For more information, please contact:

 

DirectBooking Technology Co., Ltd.

 

tanyu@primegaghl.com

 

 

 

 

FAQ

What did DirectBooking Technology Co., Ltd. (ZDAI) announce in this 6-K?

DirectBooking announced a 16-for-1 reverse stock split of its Class A and Class B ordinary shares. The move restructures the share count and par value while keeping total authorized capital and shareholder ownership percentages the same.

Why is DirectBooking (ZDAI) doing a 16-for-1 share consolidation?

The company states the 16-for-1 share consolidation is intended to help meet the minimum bid price requirement for continued listing on the Nasdaq Capital Market. It also aims to streamline the share capital structure and support flexibility for potential future financings.

When does DirectBooking’s (ZDAI) reverse split take effect and when is split-adjusted trading expected?

The reverse split is scheduled to become effective on February 17, 2026. DirectBooking expects its Class A ordinary shares to begin trading on a split-adjusted basis on the Nasdaq Capital Market when the market opens on February 19, 2026.

How does the 16-for-1 consolidation affect DirectBooking’s authorized share capital and par value?

Total authorized share capital remains US$250,000, but is reclassified into 250,000,000 Class A and 62,500,000 Class B ordinary shares. Each share’s par value changes from US$0.00005 to US$0.0008 after the 16-for-1 consolidation is implemented.

Will DirectBooking’s (ZDAI) reverse split change shareholder ownership percentages or voting structure?

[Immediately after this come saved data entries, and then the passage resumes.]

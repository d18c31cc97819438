package model

import (
	"math"
	"testing"
)

// What a scan says of a spot is what is read at its place: of a joint of layers on the side of the spot. Its axes lead to its place and back.
func TestSpotsAreWhereTheyAreRead(t *testing.T) {
	linear := &Material{Name: "test food", Source: "input of the test", Props: func(float64) Properties { return Properties{0.4, 1000, 3500} }}
	jump := Product{Name: "two plates", Shape: LayeredSlab, Size: Size{ThicknessM: 0.03}, StartC: 5,
		Layers: []Layer{{Food: linear, ThicknessM: 0.02, BelowM2KW: 0.04}, {Food: linear, ThicknessM: 0.01}}}
	spots := func(t *testing.T, p Product, steps []Step) {
		h, err := Solve(p, steps, Options{})
		if err != nil {
			t.Fatal(err)
		}
		sc := h.Scan()
		for i, s := range sc.Spots {
			allowed := 1e-6
			if p.Shape == LayeredSlab {
				allowed += beyondM * 1e4 // a place beside a joint stands that far off its node, in food no steeper than 10 K/mm
			}
			if p.Shape == Spheroid && s.Place == (Place{}) {
				allowed = 1e-2 // where all lines from the equator to the poles meet, a march knows one temperature for each
			}
			for k := 1; k < len(sc.TimesS); k += 7 {
				if got := h.At(s.Place, sc.TimesS[k]); math.Abs(got-sc.C[i][k]) > allowed {
					t.Fatalf("spot %d at %v, %.0f s: %.6f °C at its place, %.6f in the scan", i, s.Place, sc.TimesS[k], got, sc.C[i][k])
				}
			}
			at := h.PlaceAt(s.Axes)
			if d := math.Hypot(at.UpM-s.UpM, math.Hypot(at.AcrossM-s.AcrossM, at.AlongM-s.AlongM)); d > 1e-12 {
				t.Fatalf("spot %d at %v: its axes lead to %v", i, s.Place, at)
			}
			if back := h.PlaceAt(h.Axes(s.Place)); math.Abs(back.UpM-s.UpM) > 1e-12 || math.Abs(back.AcrossM-s.AcrossM) > 1e-12 {
				t.Fatalf("spot %d at %v: the axes of its place lead to %v", i, s.Place, back)
			}
		}
	}
	t.Run("two plates", func(t *testing.T) {
		spots(t, jump, []Step{ownStep(Cook, 1500, 40, 100), ownStep(Cool, 3000, 30, 3)})
	})
	eachDrawn(t, 1, marchedShapes, func(t *testing.T, d *drawn) { spots(t, d.Product, d.steps) })
}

The company states that the share consolidation is intended not to change existing shareholders’ proportional ownership interests. It also notes that its current dual-class voting rights arrangement will remain in place following the 16-for-1 consolidation.

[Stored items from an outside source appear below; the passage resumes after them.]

package report

import (
	"fmt"
	"sort"
	"strings"
	"sync"
	"unicode"

	"codeberg.org/go-fonts/dejavu/dejavusans"
	"codeberg.org/go-fonts/dejavu/dejavusansbold"
	xfont "golang.org/x/image/font"
	"golang.org/x/image/font/opentype"
	"golang.org/x/image/font/sfnt"
	fix "golang.org/x/image/math/fixed"
	"golang.org/x/text/unicode/norm"
	"gonum.org/v1/plot/font"
	"gonum.org/v1/plot/text"
)

// family is the name of the font in the documents: DejaVu Sans, Latin, Greek, Cyrillic and Vietnamese.
const family = "dejavu"

// typefaces is what all documents share and nobody changes: the width of each character and the fonts that charts measure with.
type typefaces struct {
	width   [2][65536]int16 // thousandths of the type size, regular and bold; -1: no glyph
	measure text.Handler
	other   []byte       // a font of the user's for what DejaVu Sans lacks; nil: none
	by      *[65536]bool // the characters that it prints; nil: none
}

// faces are the fonts that the documents are written with: DejaVu Sans, alone or with the font in use.
func faces() *typefaces {
	if f := inUse.Load(); f != nil {
		return f.faces
	}
	return dejavu()
}

// dejavu reads the fonts once.
var dejavu = sync.OnceValue(func() *typefaces {
	t := &typefaces{}
	var all font.Collection
	for i, ttf := range [][]byte{dejavusans.TTF, dejavusansbold.TTF} {
		f, err := opentype.Parse(ttf)
		if err != nil {
			panic(err) // the font is compiled in
		}
		widths(&t.width[i], f)
		all = append(all, font.Face{Font: chartFont(0, i == 1), Face: f})
	}
	t.measure = &measure{Plain: text.Plain{Fonts: font.NewCache(all)}, faces: t, known: map[boxed]box3{}}
	return t
})

// measure keeps the sizes of words, for the charts of a plan have nearly the same ones.
type measure struct {
	text.Plain
	faces *typefaces
	lock  sync.Mutex
	known map[boxed]box3
}

type boxed struct {
	words string
	font  font.Font
}

// box3 is a width, a height and a depth.
type box3 [3]font.Length

// Box is the size of one line.
func (m *measure) Box(words string, f font.Font) (width, height, depth font.Length) {
	m.lock.Lock()
	b, ok := m.known[boxed{words, f}]
	m.lock.Unlock()
	if !ok {
		_, b[1], b[2] = m.Plain.Box("", f)
		m.faces.runs(words, func(run string, other bool) {
			if other {
				b[0] += f.Size * font.Length(thousandths(run, &m.faces.width[0])) / 1000
			} else {
				w, _, _ := m.Plain.Box(run, f)
				b[0] += w
			}
		})
		m.lock.Lock()
		if len(m.known) > 5000 { // of plans without end
			clear(m.known)
		}
		m.known[boxed{words, f}] = b
		m.lock.Unlock()
	}
	return b[0], b[1], b[2]
}

// widths fills the table of one font.
func widths(table *[65536]int16, f *sfnt.Font) {
	var b sfnt.Buffer
	em := fix.I(1000)
	for r := range table {
		table[r] = -1
		g, err := f.GlyphIndex(&b, rune(r))
		if err != nil || g == 0 {
			continue
		}
		if a, err := f.GlyphAdvance(&b, g, em, xfont.HintingNone); err == nil {
			table[r] = int16(a.Round())
		}
	}
}

// chartFont is the font of the charts at a size in pt.
func chartFont(size font.Length, bold bool) font.Font {
	f := font.Font{Typeface: "DejaVu", Variant: "Sans", Size: size}
	if bold {
		f.Weight = xfont.WeightBold
	}
	return f
}

// widthMM is the width of clean text in mm at a size in pt.
func widthMM(s string, size float64, bold bool) float64 {
	return toMM(thousandths(s, &faces().width[btoi(bold)]), size)
}

// thousandths is the width of clean text in thousandths of the type size.
func thousandths(s string, w *[65536]int16) int {
	sum := 0
	for _, r := range s {
		if r < 65536 && w[r] > 0 {
			sum += int(w[r])
		}
	}
	return sum
}

// toMM turns thousandths of a type size in pt into mm.
func toMM(n int, size float64) float64 { return float64(n) / 1000 * size * mmPerPt }

// wrap breaks clean text into lines no wider than width mm; there is at least one line. A word that is too long is cut.
func wrap(s string, width, size float64, bold bool) []string {
	var lines []string
	w := &faces().width[btoi(bold)]
	for par := range strings.SplitSeq(s, "\n") {
		if tidy(par) && toMM(thousandths(par, w), size) <= width { // as most are
			lines = append(lines, par)
		} else {
			lines = wrapOne(lines, par, width, size, bold)
		}
	}
	return lines
}

// wrapOne appends the lines of a paragraph.
func wrapOne(lines []string, par string, width, size float64, bold bool) []string {
	w, before := &faces().width[btoi(bold)], len(lines)
	var line []string // the words of the line so far
	long := 0         // and their width, thousandths
	end := func() {
		if len(line) > 0 {
			lines, line = append(lines, strings.Join(line, " ")), line[:0]
		}
	}
	for _, word := range tokens(par) {
		n := thousandths(word, w)
		if len(line) > 0 {
			if toMM(long+int(w[' '])+n, size) <= width {
				line, long = append(line, word), long+int(w[' '])+n
				continue
			}
			end()
		}
		for toMM(n, size) > width {
			k := fitting(word, width, size, bold)
			lines, word = append(lines, word[:k]), word[k:]
			n = thousandths(word, w)
		}
		if word != "" {
			line, long = append(line, word), n
		}
	}
	if end(); len(lines) == before {
		lines = append(lines, "")
	}
	return lines
}

// tidy tells whether the words of a text stand one blank apart.
func tidy(s string) bool {
	before := ' '
	for _, r := range s {
		if r == ' ' && before == ' ' || r != ' ' && unicode.IsSpace(r) {
			return false
		}
		before = r
	}
	return s == "" || before != ' '
}

// units stay on the line of their number.
var units = map[string]bool{"°C": true, "°F": true, "min": true, "h": true, "s": true, "mm": true, "K": true, "%": true, "L": true, "m/s": true, "m²": true,
	"log10": true, "W/(m²·K)": true, "W/(m·K)": true, "J/(kg·K)": true, "kg/m³": true, "m²·K/W": true}

// tokens are the words of a paragraph, each number with its unit.
func tokens(s string) []string {
	words := strings.Fields(s)
	out := words[:0]
	for i, w := range words {
		if i > 0 {
			last := out[len(out)-1]
			if c := last[len(last)-1]; c >= '0' && c <= '9' && units[strings.TrimRight(w, ".,;:)")] {
				out[len(out)-1] = last + " " + w
				continue
			}
		}
		out = append(out, w)
	}
	return out
}

// fitting is how many bytes of a word fit; at least one character. A word is broken behind a _, - or / if there is one, so that
// no file name is broken within its extension.
func fitting(word string, width, size float64, bold bool) int {
	n := 0
	for i, r := range word {
		end := i + len(string(r))
		if i > 0 && widthMM(word[:end], size, bold) > width {
			break
		}
		n = end
	}
	if n < len(word) {
		if k := strings.LastIndexAny(word[:n], "_-/"); k > 0 {
			return k + 1
		}
	}
	return n
}

// shorten cuts clean text to width mm and ends it with an ellipsis if something was lost.
func shorten(s string, width, size float64, bold bool) string {
	if widthMM(s, size, bold) <= width {
		return s
	}
	r := []rune(s)
	for len(r) > 0 && widthMM(string(r)+"…", size, bold) > width {
		r = r[:len(r)-1]
	}
	return strings.TrimSpace(string(r)) + "…"
}

// capped cuts clean text to a number of lines of a width, mm, and ends it with an ellipsis if something was lost.
func capped(s string, width, size float64, lines int) string {
	all := wrap(s, width, size, false)
	if len(all) <= lines {
		return s
	}
	return strings.Join(append(all[:lines-1:lines-1], shorten(strings.Join(all[lines-1:], " "), width, size, false)), " ")
}

// unseen collects characters that no font in use can show.
type unseen map[rune]bool

// printable tells of most texts that clean has nothing to do: of those in ASCII, in Latin letters below U+0300, where no character
// joins the one before it, and in dashes, quotes and signs of comparison.
func (t *typefaces) printable(s string) bool {
	for _, r := range s {
		switch {
		case r >= ' ' && r <= '~':
		case (r > 0xa0 && r < 0x300 && r != 0xad || r >= 0x2010 && r <= 0x2026 || r == '≤' || r == '≥' || r == '−') && t.width[0][r] >= 0 && t.width[1][r] >= 0:
		default:
			return false
		}
	}
	return true
}

// clean makes any text printable: composed (NFC), without control characters, and with U+FFFD for what the fonts lack.
func (u unseen) clean(s string) string {
	w := faces()
	if w.printable(s) {
		return s
	}
	var b strings.Builder
	for _, r := range norm.NFC.String(strings.ToValidUTF8(s, "\uFFFD")) {
		switch {
		case r == '\n':
			b.WriteRune(r)
		case r == '\u00ad', r == '\u200b', r == '\ufeff', r >= 0xfe00 && r <= 0xfe0f: // invisible
		case r < ' ' || r >= 0x7f && r < 0xa0 || r == '\u2028' || r == '\u2029':
			b.WriteByte(' ')
		case r > 0xffff || w.width[0][r] < 0 || w.width[1][r] < 0:
			u[r] = true
			b.WriteRune('\uFFFD')
		default:
			b.WriteRune(r)
		}
	}
	return b.String()
}

// list names the characters by code point, at most ten.
func (u unseen) list() string {
	var rs []rune
	for r := range u {
		rs = append(rs, r)
	}
	sort.Slice(rs, func(i, j int) bool { return rs[i] < rs[j] })
	var s []string
	for i, r := range rs {
		if i == 10 {
			return strings.Join(s, ", ") + say("glyph more", len(rs)-10)
		}
		s = append(s, fmt.Sprintf("U+%04X", r))
	}
	return strings.Join(s, ", ")
}

// flat is text fit for a bookmark or a title, which no font limits: composed, one line, nothing above U+FFFF.
func flat(s string) string {
	return strings.Map(func(r rune) rune {
		switch {
		case r < ' ' || r >= 0x7f && r < 0xa0:
			return ' '
		case r > 0xffff:
			return '\uFFFD'
		}
		return r
	}, norm.NFC.String(strings.ToValidUTF8(s, "\uFFFD")))
}

func btoi(b bool) int {
	if b {
		return 1
	}
	return 0
}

How will DirectBooking handle fractional shares from the 16-for-1 reverse split?

No fractional shares will be issued in connection with the consolidation. Any fractional share entitlement arising from applying the 16-for-1 ratio will be rounded to the nearest whole share at the participant level, simplifying post-split shareholdings.

Does DirectBooking (ZDAI) change its Nasdaq ticker or listing venue after the reverse split?

The company’s Class A ordinary shares will continue to trade on the Nasdaq Capital Market under the same ticker symbol, ZDAI. Only the share count and par value are adjusted, with trading expected to begin on a split-adjusted basis on February 19, 2026.